On my last morning I traveled to the central sector where the 16 major akharas were located. The Juna akhara is the most powerful and influential of these. Inside a large compound, consisting of orange tents arrayed around a massive orange flag hoisted high above the encampment on a pole, the sadhus sat next to fires that their disciples helped keep burning day and night. The first sadhu I saw was a peculiar sight: a bearded, dreadlocked white guy smoking a stone chillum filled with hashish who, after he exhaled, began speaking with a distinctively American accent. Baba Rampuri, a 63-year-old U.S. native raised in California who joined the Juna akhara over 40 years ago and has since ascended its ranks, gestured to me to sit down before him. One of his followers, also clad in the orange robes of the akhara, prepped and passed Rampuri another chillum of hashish, which sadhus smoke as part of a holy ritual to improve their focus while meditating. He carefully wrapped a piece of white cloth around the bottom hole and proceeded to inhale deeply before passing it along to another follower.
“This event is almost always described by the Western media as this huge gathering of the superstitious and primitive masses,” he said. “But I would contend that if you compare the people here to their equivalent in Europe or the United States and assess them with the yardstick of culture, you’d see things very differently. If you look at the number of different kinship terms people use, or the sophisticated storytelling culture they have, then you realize that these are not ignorant people drawn here by blind faith.” Like Mehrotra, he recognizes that there is a deep knowledge and intelligence at work in the Kumbh Mela that doesn’t boil down to spectacles—or miracles. Rampuri told me about his first Kumbh Mela, in 1971, when there were no latrines, little running water and only the most basic tents. I asked whether in creating the vast and relatively modern city at this year’s event, some of the essential spirit of the Mela has been lost. “How do you effectively pass your traditions down through time,” he said. “You can’t just keep things as they were. Stasis is death. You have to be dynamic to survive.”
A couple of weeks after I left the Kumbh Mela, on the most auspicious bathing date, February 10, crowds coming from the railway station converged on a small bridge at the edge of the Kumbh grounds and a stampede ensued, killing at least 36 people. What exactly started the stampede and why it got so bad remain a mystery. When I met Mehrotra a couple of months later in Cambridge, we talked about the tragedy. “It’s terrible and regrettable, of course, and there are some crowd management techniques that, if implemented, would almost certainly have prevented that, but I don’t think it means that we can’t learn from the good parts of this pop-up megacity, of which there were many.” He proceeded to describe what he and his students had concluded after sifting through their documentation of the event and comparing it with other pop-up cities, everything from refugee camps to Burning Man.

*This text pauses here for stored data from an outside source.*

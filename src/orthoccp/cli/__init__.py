"""Command-line interface: ``orthoccp demo``, ``simulate``, ``estimate``, ``compare``, ``report``
and ``montecarlo``.

Exit codes: 0 on success; 2 on a usage or input error (bad option, missing file, bad spec,
bad data), reported as one line ``orthoccp: error: ...`` on stderr; 1 when the estimation
itself fails (:class:`~orthoccp.EstimationError`) or on an unexpected error. ``--debug``
adds the traceback.

The command line sets ``OMP_WAIT_POLICY=PASSIVE`` for its own process unless the variable is
already set (see :func:`main`).

Layout: ``_plumbing`` (parser classes, progress lines, warnings, output paths, JSON),
``_commands`` (one handler per command) and ``_parser`` (:func:`build_parser`, the help texts).
"""

from __future__ import annotations

import contextlib
import os
import sys
import traceback
from collections.abc import Sequence
from typing import Any

import pandas as pd

import orthoccp as oc

from ._parser import build_parser
from ._plumbing import (
    PROG,
    _error_message,
    _Handler,
    _one_line,
    _report,
    _UsageError,
    _warnings_to_stderr,
    results_payload,
)

__all__ = ["main", "results_payload"]


def _exit_code(code: Any) -> int:
    if code is None:
        return 0
    if isinstance(code, int):
        return code
    print(code, file=sys.stderr)
    return 1


def main(argv: Sequence[str] | None = None) -> int:
    """Run the ``orthoccp`` command line.

    Parameters
    ----------
    argv : sequence of str, optional
        Arguments without the program name; ``sys.argv[1:]`` when omitted.

    Returns
    -------
    int
        Exit code: 0 success, 2 usage or input error, 1 estimation failure or unexpected
        error, 130 after Ctrl-C (at any point; the ``orthoccp`` command also catches it
        while the package is still being imported, see :mod:`orthoccp_entry`).
    """
    try:
        return _main(argv)
    except KeyboardInterrupt:
        print(f"{PROG}: interrupted", file=sys.stderr)
        return 130


def _main(argv: Sequence[str] | None) -> int:
    args_list = list(sys.argv[1:] if argv is None else argv)
    parser = build_parser()
    try:
        args = parser.parse_args(args_list)
    except _UsageError as exc:
        print(f"{PROG}: error: {_one_line(str(exc))}", file=sys.stderr)
        return 2
    except SystemExit as exc:  # --help and --version
        return _exit_code(exc.code)
    args.command_line = [PROG, *args_list]  # the provenance a report records
    debug = bool(getattr(args, "debug", False))
    # LightGBM's OpenMP threads spin while they wait by default; on a busy machine (other
    # processes on the same cores) that slows the first stage by an order of magnitude.
    # Passive waiting costs nothing measurable on an idle machine. The runtime reads this
    # when LightGBM is first loaded, which happens at the first fit; a user's setting wins.
    os.environ.setdefault("OMP_WAIT_POLICY", "PASSIVE")
    handler: _Handler | None = getattr(args, "handler", None)
    if handler is None:
        print(
            f"{PROG}: error: choose a command: demo, simulate, estimate, sensitivity, compare, "
            f"report or montecarlo "
            f"(see '{PROG} --help')",
            file=sys.stderr,
        )
        return 2
    try:
        with _warnings_to_stderr(debug=debug):
            return handler(args)
    except oc.EstimationError as exc:
        _report(exc, debug=debug, prefix="estimation failed")
        return 1
    except (oc.InputError, FileNotFoundError, ValueError, pd.errors.ParserError) as exc:
        _report(exc, debug=debug)
        return 2
    except BrokenPipeError:
        # The reader of stdout went away (e.g. '| head'); stop quietly.
        with contextlib.suppress(OSError):
            devnull = os.open(os.devnull, os.O_WRONLY)
            os.dup2(devnull, sys.stdout.fileno())
        return 1
    except OSError as exc:
        _report(exc, debug=debug)
        return 2
    except KeyboardInterrupt:
        print(f"{PROG}: interrupted", file=sys.stderr)
        return 130
    except Exception as exc:  # noqa: BLE001 - last resort, keeps the one-line contract
        if debug:
            traceback.print_exception(type(exc), exc, exc.__traceback__, file=sys.stderr)
        print(
            f"{PROG}: internal error: {type(exc).__name__}: {_error_message(exc)} "
            f"(rerun with --debug for the traceback)",
            file=sys.stderr,
        )
        return 1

“When you look at structures like refugee camps, you often see everything planned out in advance, with rows of identical houses built for refugees to just move right into,” he says. “But the theory of urban planning for the Kumbh Mela is very different. The authorities provide the infrastructure—roads, water, electricity—and they divvy up the sectors between groups. But each individual organization has to build out their own space, which makes for much more of a community than when you just move people into something you’ve built for them. There’s some rigidity to the Kumbh Mela planning system, with its preordained grid structure and its map of the sectors and their essential resources ahead of time, but there’s also a profound flexibility. Individual communities can shape their spaces to be exactly as they want them to be. And that combination works.”
The Kumbh serves to expand Mehrotra’s knowledge of what he calls the kinetic city. Traditional architecture, Mehrotra said, looks at the planned, built and permanent structures that constitute the formal, static city. But increasingly, especially in places like India, a second kind of city shadows the traditional one. The kinetic city is made up of things like informal settlements, shantytowns and improvisational market areas erected in a transitory fashion without official planning or permission. In many small- to medium-sized cities of the developing world, which Mehrotra sees as vital to our future, you have a large rural population, much like most attendees of the Kumbh, flocking to newly expanding cities and often ending up in the kinetic, informal areas. He hopes his research can inform how city governments or urban planners respond to these new waves of often unforeseen urban expansion.
“There are a few central insights,” he says. “First, you need flexible infrastructure that can be rapidly deployed for sanitation, transport and electricity. Second, public-private partnerships can work if it’s very clearly understood what each side will do. Here the religious groups knew exactly what they would get from the government and what they would have to fill in for themselves. Third, we can see that when there is a common cultural identity, as there is among the Kumbh Mela attendees, it means that they can much more easily conform to the norms of a new place and live together.”
What’s most interesting to me about Mehrotra’s insights is that he has found such practical wisdom woven into the fabric of the gathering. That this public-private conglomeration could pull off such a massive event is no small achievement and, as Rampuri, the California-raised guru pointed out, it’s not clear we’d be able to stage an event of this magnitude in the West. Can you imagine, he asked, if millions and millions of people suddenly descended on Kansas City?